N.Y. Photo Curator: Global Photography Awards- 'Where Photography & Philanthropy Meet' FIRST PLACE: ELLEN FRIEDLANDER 'Union Station' (Click on image for larger view)
UNION STATION by Ellen Friedlander
(Click on image for larger view)

Review by curator Adam Finkelston:
"Ellen Friedlander’s image, Union Station, speaks to the themes of connection and disconnection all in the same image. The space is divided into three sections, showing figures on a busy street, at the end of an alleyway, and inhabiting a large interior space.

Figures are separated by walls, alleyways and doorways. They go their own ways, oblivious to one another yet still connected in various ways. One appears to be checking a phone message. He is part of a group of people wearing costumes perhaps on their way to a Comicon or similar event. A tunnel occupies the center of the composition, forcing our vision deep into the image. The space throughout the image forces our vision in and out, forward and backward. Other figures walk into a lobby area, perhaps of a hotel or shopping mall? All seem to be going somewhere with a sense of purpose. Their thoughts and cares are wrapped up in themselves even as they navigate public spaces. The figures show how we can be distanced from each other while occupying the same physical spaces. All the while, the camera’s eye – our eye – follows them. But are we voyeurs or participants, or both? Are we among them or do we watch in third person?

Though made before the virus outbreak, the image can be interpreted as a commentary on the connections between public and private spaces, individual and collective goals, and the deep need for connectivity to larger communities. Friedlander’s image, for me, distills the pace of life, the combination of ambivalence and reliance between people, and the physicality of private vs. public, inside vs. outside. One thing I like about the image is that the artist gives us an objective look at how people interact.

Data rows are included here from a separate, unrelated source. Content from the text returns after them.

package main

import (
	"context"
	"fmt"
	"io"
	"os"
	"os/signal"
	"sync"
	"syscall"

	"github.com/vbauerster/mpb/v8"
	"github.com/vbauerster/mpb/v8/decor"
	"golang.org/x/term"
)

// isTerminal says whether a writer is a terminal that a person looks at.
func isTerminal(w io.Writer) bool {
	f, ok := w.(*os.File)
	return ok && term.IsTerminal(int(f.Fd()))
}

// interruptible is a context that ends at the first Ctrl-C, TERM or closing of
// the terminal, so that what is complete is kept; the second one ends the program
// at once. A run under nohup goes on when the terminal closes.
func (a *app) interruptible() (context.Context, func()) {
	ends := []os.Signal{os.Interrupt, syscall.SIGTERM}
	if !signal.Ignored(syscall.SIGHUP) {
		ends = append(ends, syscall.SIGHUP)
	}
	ctx, stop := signal.NotifyContext(context.Background(), ends...)
	ended := make(chan struct{})
	go func() {
		select {
		case <-ctx.Done():
			stop()
			select {
			case <-ended:
			default:
				fmt.Fprintln(a.errs, "ebbline: finishing what is in work; again to end at once")
			}
		case <-ended:
		}
	}()
	var once sync.Once
	return ctx, func() { once.Do(func() { close(ended) }); stop() }
}

// progressBar shows how many of total replicates are done, on a terminal only.
// The first result is called after each block from any worker; the second ends
// the bar.
func progressBar(w io.Writer, total int64, quiet bool) (func(done int64), func()) {
	if quiet || !isTerminal(w) {
		return nil, func() {}
	}
	p := mpb.New(mpb.WithOutput(w), mpb.WithWidth(40))
	bar := p.New(total, mpb.BarStyle().Lbound("[").Filler("=").Tip(">").Padding(" ").Rbound("]"),
		mpb.BarRemoveOnComplete(),
		mpb.PrependDecorators(decor.Name("replicates ")),
		mpb.AppendDecorators(decor.CountersNoUnit("%d of %d"), decor.Name("  "), decor.OnComplete(decor.AverageETA(decor.ET_STYLE_GO), "")))
	return func(done int64) { bar.SetCurrent(done) }, func() {
		bar.Abort(true)
		p.Wait()
	}
}
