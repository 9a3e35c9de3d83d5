package main

import (
	"fmt"
	"os"
	"path/filepath"
	"strconv"
	"strings"

	"ebbline/pva/sweep"
	"ebbline/pva/sweep/cluster"
	"ebbline/pva/sweep/ledger"
)

// runShard runs one shard of a job folder: a task of an array, or a person.
func (a *app) runShard(o *sweepOptions, dir string) (err error) {
	if err := o.longRun.check(); err != nil {
		return err
	}
	job, err := cluster.Read(dir)
	if err != nil {
		return badInput{err}
	}
	shard, err := shardOfJob(o.shard, job.Shards)
	if err != nil {
		return err
	}
	o.each, o.structures = "", false
	_, study, arguments, err := o.again(dir, job.Run)
	if err != nil {
		return err
	}
	opt := sweep.Options{Workers: workersHere(o.workers), Ledger: cluster.Ledger(dir, shard), Resume: true, Shard: shard, Shards: job.Shards,
		Command: "sweep", Arguments: arguments, CaseText: job.Run.Case, CaseFile: job.Run.CaseFile, Example: job.Run.Example}
	if d := study.Manifest(opt).Difference(job.Run); d != "" {
		return badInputf("the job %s cannot be run by this program: %s; write it anew into another folder", dir, d)
	}
	ctx, stop := a.interruptible()
	defer stop()
	bar := &stages{w: a.errs, quiet: o.quiet}
	defer bar.finish()
	opt.Progress = bar.progress
	cluster.BeginShard(dir, shard)
	defer func() {
		if err != nil {
			cluster.FailShard(dir, shard, err.Error()) // the log has it, too
		}
	}()
	runner, err := sweep.Open(study, opt)
	if err != nil {
		return ledgerError(err)
	}
	defer runner.Close()
	a.tellDamage(runner)
	units := sweep.ShardUnits(job.Run.Units, shard, job.Shards)
	say := func(format string, args ...any) {
		if !o.quiet {
			a.say(false, fmt.Sprintf(cluster.Mark+"%d of %d ", shard, job.Shards)+fmt.Sprintf(format, args...)+"\n")
		}
	}
	host := os.Getenv("SLURMD_NODENAME")
	if host == "" {
		host, _ = os.Hostname()
	}
	say("begins on %s with %d of its %s done.", host, runner.Before, count(units, "unit"))
	result, err := runner.Run(ctx)
	bar.finish()
	if err == nil {
		err = runner.Close()
	}
	if err != nil {
		if ctx.Err() != nil {
			return fmt.Errorf("interrupted: %d of %s of shard %d are kept", result.UnitsDone, count(units, "unit"), shard)
		}
		return err
	}
	say("is done: %s.", count(units, "unit"))
	return nil
}

// shardOfJob reads "3", or "3/20" if the job has 20.
func shardOfJob(text string, shards int) (int, error) {
	one, all, ok := strings.Cut(text, "/")
	n, err := strconv.Atoi(one)
	if err != nil || n < 1 || n > shards || ok && all != strconv.Itoa(shards) {
		return 0, badInputf("--shard %s: give the number of a shard of this job, 1 to %d", text, shards)
	}
	return n, nil
}

// jobStatus prints what the files of a job say.
func (a *app) jobStatus(dir string) error {
	job, err := cluster.Read(dir)
	if err != nil {
		return badInput{err}
	}
	st, err := job.Survey(dir)
	if err != nil {
		return badInput{err}
	}
	for _, d := range st.Damage {
		fmt.Fprintln(a.errs, "ebbline: ledger: "+d.String())
	}
	held, units := st.Held()
	var b strings.Builder
	fmt.Fprintf(&b, "%s\n%d of %s done, in %s\n\n", orNone(job.Run.Title, "The sweep of "+job.Run.CaseFile), held, count(units, "unit"), count(job.Shards, "shard"))
	for _, row := range []struct {
		name  string
		state cluster.State
		note  string
	}{
		{"done", cluster.Done, ""},
		{"failed", cluster.Failed, ""},
		{"begun", cluster.Begun, "running, or lost without a word"},
		{"missing", cluster.Missing, "never begun"},
	} {
		numbers := st.Of(row.state)
		text := cluster.List(numbers)
		if row.note != "" && len(numbers) > 0 {
			text += " (" + row.note + ")"
		}
		hang(&b, fmt.Sprintf("  %-8s %5d", row.name, len(numbers)), strings.ReplaceAll(text, ",", ", "), 18)
	}
	failed := 0
	for _, sh := range st.Shards {
		if sh.State != cluster.Failed {
			continue
		}
		if failed++; failed == 1 {
			b.WriteString("\nWhy shards failed (their logs: " + cluster.Quote(filepath.Dir(cluster.Log(dir, 1))) + ")\n")
		}
		if failed > 10 {
			continue
		}
		hang(&b, fmt.Sprintf("  %6d", sh.Number), sh.Why, 10)
	}
	if failed > 10 {
		fmt.Fprintf(&b, "  and %d more\n", failed-10)
	}
	b.WriteString("\n")
	switch open := st.Open(); {
	case len(open) > 0:
		fmt.Fprintf(&b, "Once nothing of it is queued, submit what is missing with:\n  %s\n", job.Resubmit(absolute(dir)))
	case st.Merged:
		b.WriteString("Report: " + job.Report.Book + "\n")
	default:
		b.WriteString("All shards are done, and the report is not written yet.\n")
		if st.MergeSaid != "" {
			hang(&b, "The merge said:", st.MergeSaid, 2)
		}
		fmt.Fprintf(&b, "Merge it here with: %s merge %s\n", cluster.Quote(job.Program), cluster.Quote(absolute(dir)))
	}
	a.say(false, b.String())
	return nil
}

func orNone(s, other string) string {
	if s == "" {
		return other
	}
	return s
}

// mergeFrom is what a merge reads: ledgers, or the shards of one job folder,
// which also says what is to be written unless the command line does.
func (o *sweepOptions) mergeFrom(dirs []string) (ledger.Manifest, []string, *cluster.Job, error) {
	if len(dirs) != 1 || !cluster.Holds(dirs[0]) {
		m, err := ledger.ReadManifest(dirs[0])
		return m, dirs, nil, err
	}
	dir := dirs[0]
	job, err := cluster.Read(dir)
	if err != nil {
		return ledger.Manifest{}, nil, nil, err
	}
	var shards []string
	for n := 1; n <= job.Shards; n++ {
		if ledger.Holds(cluster.Ledger(dir, n)) {
			shards = append(shards, cluster.Ledger(dir, n))
		}
	}
	was := job.Report
	if o.book == "" {
		o.book = was.Book
		// Its files were checked when the job was written. A merge that was
		// stopped or run twice finds its own.
		o.force = true
	}
	for _, one := range []struct{ now, then *string }{{&o.json, &was.JSON}, {&o.csv, &was.CSV}, {&o.figures, &was.Figures}} {
		if *one.now == "" {
			*one.now = *one.then
		}
	}
	o.noExact, o.untilDecided = o.noExact || was.NoExact, o.untilDecided || was.UntilDecided
	return job.Run, shards, job, nil
}

// missingOf names the shards of a job that a merge lacks.
func missingOf(job *cluster.Job, dir string, err error) error {
	st, failed := job.Survey(dir)
	if failed != nil || len(st.Open()) == 0 {
		return err
	}
	held, units := st.Held()
	return fmt.Errorf("%w: of %d units %d are missing, those of shards %s; run them, or submit them with: %s", sweep.ErrMissing, units, units-held, cluster.List(st.Open()), job.Resubmit(absolute(dir)))
}

// absolute is a path that holds in every folder; as given where there is none.
func absolute(path string) string {
	if abs, err := filepath.Abs(path); err == nil {
		return abs
	}
	return path
}
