package main

import (
	"context"
	"flag"
	"fmt"
	"os"
	"os/exec"
	"path/filepath"
	"strconv"
	"strings"
	"testing"
	"time"

	"ebbline/pva/sweep"
	"ebbline/pva/sweep/cluster"
)

var long = flag.Bool("long", false, "run the slow checks on a cluster too")

// ask runs a program of Slurm's, for a limited time.
func ask(name string, args ...string) (string, error) {
	ctx, stop := context.WithTimeout(context.Background(), 20*time.Second)
	defer stop()
	out, err := exec.CommandContext(ctx, name, args...).CombinedOutput()
	return strings.TrimSpace(string(out)), err
}

// withSlurm skips a test where no Slurm with a node answers.
func withSlurm(t *testing.T) {
	t.Helper()
	for _, name := range []string{"sbatch", "scontrol", "scancel", "squeue"} {
		if _, err := exec.LookPath(name); err != nil {
			t.Skip("skipped: Slurm is not installed or not running")
		}
	}
	if out, err := ask("sinfo", "-h", "-o", "%t"); err != nil || !strings.Contains(out, "idle") && !strings.Contains(out, "mix") {
		t.Skip("skipped: Slurm is not installed or not running")
	}
}

// within waits until something is so, and fails after the time given.
func within(t *testing.T, limit time.Duration, what string, so func() bool) {
	t.Helper()
	for end := time.Now().Add(limit); !so(); time.Sleep(100 * time.Millisecond) {
		if time.Now().After(end) {
			queue, _ := ask("squeue")
			logs := ""
			names, _ := filepath.Glob("*/logs/*.log")
			for _, name := range names {
				data, _ := os.ReadFile(name)
				logs += name + ":\n" + string(data)
			}
			t.Fatalf("after %s not yet: %s\n%s\n%s", limit, what, queue, logs)
		}
	}
}

// clusterJob goes to a new folder with a case of so many replicates, of which
// one run has written one.xlsx, one.json and one/, and a job in the folder "it's
// a job" that writes two.json and two/. Its tasks are taken away when the test ends.
func clusterJob(t *testing.T, replicates int, more ...string) {
	t.Helper()
	withSlurm(t)
	inFolder(t)
	n := strconv.Itoa(replicates)
	mustRun(t, newSweep, "pond.toml", "--replicates", n, "--out", "one.xlsx", "--json", "one.json", "--csv", "one")
	mustRun(t, newSweep, append([]string{"pond.toml", "--replicates", n, "--slurm", theJob, "--program", programHere(t), "--json", "two.json", "--csv", "two", "--time", "10", "--memory", "100M"}, more...)...)
	endJob(t)
}

// endJob takes what is left of the job from the cluster when the test ends.
func endJob(t *testing.T) {
	t.Cleanup(func() {
		for _, id := range append(submissions(t, "array"), submissions(t, "merge")...) {
			ask("scancel", id)
		}
	})
}

const theJob = "it's a job"

// submissions are the numbers that submit.sh has noted.
func submissions(t *testing.T, kind string) (ids []string) {
	t.Helper()
	for line := range strings.Lines(cluster.Submitted(theJob)) {
		if words := strings.Fields(line); words[0] == kind {
			ids = append(ids, words[1])
		}
	}
	return ids
}

// queued says whether anything of the job waits or runs.
func queued(t *testing.T) bool {
	t.Helper()
	out, err := ask("squeue", "-h", "-o", "%F")
	if err != nil {
		return true // not known
	}
	ours := append(submissions(t, "array"), submissions(t, "merge")...)
	for _, id := range strings.Fields(out) {
		if contains(ours, id) {
			return true
		}
	}
	return false
}

func last(list []string) string { return list[len(list)-1] }

// mergedSame waits for the report, and holds it against the one run's.
func mergedSame(t *testing.T, limit time.Duration) {
	t.Helper()
	within(t, limit, "the report is written and the queue is empty", func() bool {
		_, err := os.Stat("two/search.csv")
		return err == nil && !queued(t)
	})
	same(t, "one.xlsx", theJob+"/pond-sweep.xlsx")
	same(t, "one.json", "two.json")
	same(t, "one/sweep.csv", "two/sweep.csv")
	same(t, "one/search.csv", "two/search.csv")
}

func survey(t *testing.T) *cluster.Status {
	t.Helper()
	job, err := cluster.Read(theJob)
	if err != nil {
		t.Fatal(err)
	}
	st, err := job.Survey(theJob)
	if err != nil {
		t.Fatal(err)
	}
	return st
}

func logOf(t *testing.T, shard int) string {
	t.Helper()
	data, err := os.ReadFile(cluster.Log(theJob, shard))
	if err != nil {
		t.Fatal(err)
	}
	return string(data)
}

// together is a line of shell that holds a task until four have come, so that
// what follows it is begun by all of them at once.
const together = `: >"logs/here-$SLURM_JOB_ID"; until [ "$(ls logs/here-* | wc -l)" -ge 4 ]; do sleep 0.1; done`

// TestSlurmArray: an array and its merge give the bytes of one run. It is
// submitted twice, and each shard is run by two tasks at once, which the logs
// must show: both begin before either ends. (One may find a unit that the other
// has just finished.)
func TestSlurmArray(t *testing.T) {
	clusterJob(t, 200_000, "--shards", "2", "--line", together)
	out := mustRun(t, newSweep, "--slurm", theJob, "--submit")
	if !strings.Contains(out, "of shards 1-2\nmerge ") {
		t.Error(out)
	}
	if status, _, errs := command(newSweep, "--slurm", theJob, "--submit"); status != 2 || !strings.Contains(errs, "is submitted already") {
		t.Errorf("status %d: %s", status, errs)
	}
	start(t, cluster.Script(theJob))()
	mergedSame(t, 60*time.Second)
	if arrays := submissions(t, "array"); len(arrays) != 2 {
		t.Error("submitted:", arrays)
	}
	for shard := 1; shard <= 2; shard++ {
		var order []string
		for line := range strings.Lines(logOf(t, shard)) {
			switch {
			case strings.Contains(line, " begins on n"):
				order = append(order, "begins")
			case strings.Contains(line, " is done: "):
				order = append(order, "ends")
			}
		}
		if got := strings.Join(order, " "); got != "begins begins ends ends" {
			t.Errorf("shard %d was not run twice at once (%s):\n%s", shard, got, logOf(t, shard))
		}
		if files, _ := filepath.Glob(cluster.Ledger(theJob, shard) + "/records-*.log"); len(files) != 2 {
			t.Errorf("shard %d: %d files of records, want one a task", shard, len(files))
		}
	}
	if status := mustRun(t, newSweep, "--status", theJob); !strings.Contains(status, "done         2  1-2\n") {
		t.Error(status)
	}
}

// TestSlurmScancel takes one task away: the merge does not run, the status says
// which shard failed, and that one alone is submitted again.
func TestSlurmScancel(t *testing.T) {
	clusterJob(t, 400, "--shards", "4", "--line", `[ "$shard" != 2 ] || sleep 300`)
	mustRun(t, newSweep, "--slurm", theJob, "--submit", "--quiet")
	array := last(submissions(t, "array"))
	within(t, 60*time.Second, "all shards but the second are done", func() bool { return cluster.List(survey(t).Open()) == "2" })
	within(t, 30*time.Second, "the second has begun", func() bool { out, _ := ask("squeue", "-h", "-t", "running", "-j", array); return out != "" })
	if out, err := ask("scancel", array+"_2"); err != nil {
		t.Fatal(out, err)
	}
	within(t, 60*time.Second, "the merge is taken away", func() bool { return !queued(t) })
	status := mustRun(t, newSweep, "--status", theJob)
	narrow(t, status)
	if !strings.Contains(status, "failed       1  2\n") || !strings.Contains(status, "CANCELLED") {
		t.Error(status)
	}
	if _, err := os.Stat(theJob + "/pond-sweep.xlsx"); err == nil {
		t.Error("an incomplete sweep was merged")
	}
	out := mustRun(t, newSweep, "--slurm", theJob, "--submit", "--resume", "--line", "true")
	if !strings.Contains(out, "of shards 2\n") {
		t.Error(out)
	}
	mergedSame(t, 60*time.Second)
	for shard, want := range map[int]int{1: 1, 2: 1, 3: 1, 4: 1} {
		if log := logOf(t, shard); strings.Count(log, "begins on n") != want {
			t.Errorf("shard %d:\n%s", shard, log)
		}
	}
}

// TestSlurmMergeAlone: the shards are done and the merge is not, as when it was
// taken away: it alone is submitted.
func TestSlurmMergeAlone(t *testing.T) {
	clusterJob(t, 400, "--shards", "1")
	mustRun(t, newSweep, "--slurm", theJob, "--shard", "1")
	out := mustRun(t, newSweep, "--slurm", theJob, "--submit", "--resume")
	if strings.Contains(out, "array") || !strings.Contains(out, "merge ") {
		t.Error(out)
	}
	mergedSame(t, 60*time.Second)
	// A merge that is told to wait for nothing, with a shard missing, refuses.
	if err := os.RemoveAll(cluster.Ledger(theJob, 1)); err != nil {
		t.Fatal(err)
	}
	os.Remove(theJob + "/pond-sweep.xlsx")
	start(t, cluster.Script(theJob), "none")()
	within(t, 60*time.Second, "the merge has ended", func() bool { return strings.Contains(survey(t).MergeSaid, "nothing was written") })
}

// inTheMiddle waits until a shard of the last array runs and has finished some of
// its work and not all, and gives its node.
func inTheMiddle(t *testing.T, shard int) (node string) {
	t.Helper()
	within(t, 60*time.Second, fmt.Sprintf("shard %d is in the middle of its work", shard), func() bool {
		sh := survey(t).Shards[shard-1]
		if sh.State == cluster.Done {
			t.Fatalf("shard %d is done already: the test shows nothing", shard)
		}
		return sh.Held > 0
	})
	node, err := ask("squeue", "-h", "-o", "%N", "-j", last(submissions(t, "array"))+"_"+strconv.Itoa(shard))
	if err != nil || node == "" {
		t.Fatal("no node", node, err)
	}
	return node
}

// wentOn makes sure that a shard was begun twice, and kept work of the first time.
func wentOn(t *testing.T, shard int) {
	t.Helper()
	log := logOf(t, shard)
	if strings.Count(log, "begins on n") != 2 || strings.Count(log, " with 0 of its ") != 1 {
		t.Errorf("shard %d did not go on where it was:\n%s", shard, log)
	}
	if units := survey(t).Shards[shard-1]; units.State != cluster.Done || units.Units != sweep.ShardUnits(33, shard, 2) {
		t.Errorf("%+v", units)
	}
}

// longReplicates make two shards of about a quarter of a minute each.
const longReplicates = 2_000_000

// TestSlurmRequeue stops a task in the middle and puts it back into the queue: it
// is told to stop, keeps what is finished, and goes on with the rest.
func TestSlurmRequeue(t *testing.T) {
	if !*long {
		t.Skip("only with -long")
	}
	clusterJob(t, longReplicates, "--shards", "2")
	mustRun(t, newSweep, "--slurm", theJob, "--submit", "--quiet")
	inTheMiddle(t, 1)
	if out, err := ask("scontrol", "requeue", last(submissions(t, "array"))+"_1"); err != nil {
		t.Fatal(out, err)
	}
	mergedSame(t, 4*time.Minute)
	wentOn(t, 1)
	if log := logOf(t, 1); !strings.Contains(log, "interrupted: ") {
		t.Errorf("the program was not told to stop:\n%s", log)
	}
}

// TestSlurmTimeLimit: a task whose time is nearly up is told so, and stops by
// itself with what it has.
func TestSlurmTimeLimit(t *testing.T) {
	if !*long {
		t.Skip("only with -long")
	}
	withSlurm(t)
	inFolder(t)
	endJob(t)
	// With three minutes' time the warning comes in the first or the second.
	mustRun(t, newSweep, "pond.toml", "--replicates", strconv.Itoa(20*longReplicates), "--slurm", theJob, "--program", programHere(t), "--shards", "1", "--time", "3")
	mustRun(t, newSweep, "--slurm", theJob, "--submit", "--quiet")
	within(t, 3*time.Minute, "the shard has stopped", func() bool { return len(survey(t).Of(cluster.Failed)) == 1 })
	// Slurm's own line about the warning comes before the program has finished
	// what is in work.
	within(t, time.Minute, "the shard says that it was interrupted", func() bool { return strings.Contains(logOf(t, 1), "interrupted: ") })
	if log := logOf(t, 1); strings.Contains(log, "DUE TO TIME LIMIT") {
		t.Error(log)
	}
	within(t, 30*time.Second, "the merge is taken away", func() bool { return !queued(t) })
}

// TestSlurmNodeDies kills a node with everything on it, as a power cut does: the
// controller misses it after half a minute and runs its tasks elsewhere.
func TestSlurmNodeDies(t *testing.T) {
	if !*long {
		t.Skip("only with -long")
	}
	withSlurm(t)
	folder := filepath.Dir(os.Getenv("SLURM_CONF"))
	script, err := filepath.Abs(filepath.Join("..", "..", ".ci", "slurm"))
	if err != nil {
		t.Fatal(err)
	}
	if _, err := os.Stat(filepath.Join(folder, "n1.pid")); err != nil {
		t.Skip("skipped: this Slurm was not started by .ci/slurm, and none of its nodes is killed")
	}
	clusterJob(t, longReplicates, "--shards", "2")
	mustRun(t, newSweep, "--slurm", theJob, "--submit", "--quiet")
	node := inTheMiddle(t, 1)
	inTheMiddle(t, 2) // which may be on the same node, and must have work to keep
	t.Cleanup(func() {
		if out, err := exec.Command(script, "start", folder).CombinedOutput(); err != nil {
			t.Errorf("the node does not come back: %v\n%s", err, out)
		}
	})
	powerCut(t, filepath.Join(folder, node+".pid"), last(submissions(t, "array")))
	mergedSame(t, 4*time.Minute)
	for shard := 1; shard <= 2; shard++ {
		if strings.Contains(logOf(t, shard), "begins on "+node+" ") {
			wentOn(t, shard)
		}
	}
	if log := logOf(t, 1); strings.Contains(log, "interrupted: ") {
		t.Errorf("the program had time for a word, so this was no power cut:\n%s", log)
	}
}

// powerCut kills a node's daemon, the processes that watch over its tasks, and
// the tasks. The daemon's number is in a file; a task's process knows its array
// and its node, and its watcher is its parent.
func powerCut(t *testing.T, pidFile, array string) {
	t.Helper()
	data, err := os.ReadFile(pidFile)
	if err != nil {
		t.Fatal(err)
	}
	daemon := strings.TrimSpace(string(data))
	node := strings.TrimSuffix(filepath.Base(pidFile), ".pid")
	victims := []string{daemon}
	environments, _ := filepath.Glob("/proc/[0-9]*/environ")
	for _, name := range environments {
		data, err := os.ReadFile(name)
		variables := "\x00" + string(data)
		if err != nil || !strings.Contains(variables, "\x00SLURM_ARRAY_JOB_ID="+array+"\x00") || !strings.Contains(variables, "\x00SLURMD_NODENAME="+node+"\x00") {
			continue
		}
		pid := filepath.Base(filepath.Dir(name))
		if stat, err := os.ReadFile(filepath.Join("/proc", pid, "stat")); err == nil {
			// After the name in brackets: the state, then the parent.
			_, rest, _ := strings.Cut(string(stat), ") ")
			parent := strings.Fields(rest)[1]
			if name, _ := os.ReadFile(filepath.Join("/proc", parent, "comm")); strings.HasPrefix(string(name), "slurmstepd") {
				victims = append(victims, parent)
			}
		}
		victims = append(victims, pid)
	}
	if len(victims) < 3 {
		t.Fatal("no task to kill on", node)
	}
	for _, text := range victims {
		pid, err := strconv.Atoi(text)
		if err != nil {
			t.Fatal(err)
		}
		if p, err := os.FindProcess(pid); err == nil {
			p.Kill()
		}
	}
}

It is up to us to decide if the image is hopeful or pessimistic, if we are one of them or not. In that sense, the image is also a window into our own world view."

Adam Finkelston asks Ellen Friedlander, "Why did you feel this image related to the theme of Connections?"

Ellen Friedlander says, "To be perfectly honest, I struggled with the theme and searched my catalog for a couple of weeks before settling on submitting my Extended Frame photograph “Union Station.” My intention in choosing this photograph was to push and challenge the idea of what it means to connect. This photograph captured people completely absorbed in their own worlds within a public space, connected to the importance of the moment and oblivious to anyone around them. In that way, I felt they were all connected."
Finkelston asks, "What is your own experience with feelings of connectivity and/or disconnection? What kinds of things make you feel connected or grounded?"

Friedlander says, "When I made this photograph, I was living in Orange County and driving into Los Angeles weekly to meet street photographers through the Los Angeles Center of Photography led by Julia Dean. I have moved 14 times and twice internationally and I felt very much alone and isolated where I lived and I think this emotional state of being helped me see people objectively going about their daily lives oblivious to the people or things around them.
Making photographs helps me to feel connected and grounded to a city and feel that I belong. When I created this Extended Frame photograph of Union Station, there was a flow. The man in the superhero costume, the young father holding his baby and the rushing commuters were all lost in their own worlds and putting them together connected them to each other and this seemed to speak to me and tell a bigger story."
Finkelston asks, "Do you read your own image differently now after the coronavirus pandemic or do you resist allowing that to color your point of view?"

Friedlander says, "As I contemplate answering this question, it is the 4th week of a state mandated order to Shelter in Place here in Los Angeles. Since the onset of the Pandemic I have been compelled to make photographs almost every day of the changing landscape in my home, neighborhood and on the streets in LA. I notice that I am more acutely aware of seeing the nuances of color, light and the absence of what I took for granted: people on the street.  However, I do not transfer the pandemic experience onto previously made work because I honor the past as it resonated at that time and I will honor the future with a fresh eye when the virus is contained."

More about Ellen Friedlander:

Friedlander says, "As a fine art and documentary photographer, I enjoy challenging myself to see different ways of interpreting life on the street. I look for singular moments that can be combined to convey the complexity of everyday life. The resulting photographs in Extended Frame reveal unexpected connections, challenging our idea of what is real and reflecting on the unpredictable, idiosyncratic, and inscrutable nature of the human experience."

Ellen Friedlander is a fine art and documentary photographer who uses the ideas of memory, displacement, and photographic truths to make the unseen visible. 

Friedlander has exhibited her work internationally, including venues such as the United Jewish Congregation in Hong Kong, Saint Xavier University in Chicago, and various galleries in Los Angeles and Crakow, Poland.

She has been featured in Lenscratch, The Hand Magazine, and The Candid Frame, Episode #499.

Most recently, her work was included in the Winter 2019 Focus Photo LA Top 20.  Friedlander received her BFA from Ithaca College and a MA from the University of Florida in Gainsville, Florida. Friedlander spent fifteen years in Hong Kong before moving to California. She currently lives and works in Los Angeles.